*What you are asked to do*: How many lines below contain the word "None"? Answer with that number alone.

———

def _at_output(program: ChannelProgram, res: SectionLimitCycles) -> AtOutput:
    """The section's cycle and bound carried through the rest of the channel.

    A found cycle's outputs, repeated, drive the later operations in the bit-true
    engine (from rest) until their slowest pole has settled; the largest output word
    over the last periods is the amplitude at the channel output.  The bound is the
    section's bound times the l1 gain of the later operations (realised
    coefficients) plus the worst-case roundoff of the later operations themselves.
    """
    from .linear import noise_impulses, op_models, pole_radius, response_length, tail_impulse

    rest = program.ops[res.op_index + 1:]
    if not rest:
        return AtOutput(res.amplitude_lsb, res.bound_lsb)
    ar = program.arithmetic
    models = op_models(program)
    tail = models[res.op_index + 1:]
    n = response_length(tail)
    notes = []
    bound = None
    stable_rest = pole_radius(tail) < 1.0
    if not stable_rest:
        notes.append("a later operation is not stable: no bound at the channel output")
    if res.bound_lsb is not None and stable_rest:
        # the program's own response length (at least the tail's when the program is stable), so that
        # every section and the noise analysis share one set of responses (coefc.analyse.linear)
        nb = max(n, response_length(models))
        h = tail_impulse(models, res.op_index + 1, nb)
        c, r = error_interval(ar.rounding)
        rnd = sum((abs(c) + r) * float(np.sum(np.abs(g)))
                  for j in range(res.op_index + 1, len(models)) if models[j].k > 0
                  for g in noise_impulses(models, j, nb))
        if np.all(np.isfinite(h)) and np.isfinite(rnd):
            bound = (res.bound_lsb * float(np.sum(np.abs(h))) + rnd) * (1 + 1e-9)  # l1 sums of decayed tails
    amp = None
    if res.amplitude_lsb and res.start_state is not None and res.period:
        from ..simulate import simulate

        op = program.ops[res.op_index]
        ys = cycle_outputs(op, res, ar)
        p = len(ys)
        settle = int(min(max(n, 4096), 1 << 20))
        reps = -(-(settle + 64 * p) // p)
        y = simulate(ChannelProgram(program.name, program.sample_rate_hz, ar, tuple(rest)),
                     np.tile(np.asarray(ys, dtype=np.int64), reps))
        last = y[-64 * p:]
        amp = int(np.max(np.abs(last)))
        if not np.array_equal(last[:p], last[-p:]):
            notes.append("the channel output was not yet periodic at the end of the run")
    return AtOutput(amp, bound, "; ".join(notes))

———

*Answer to the exercise*: 4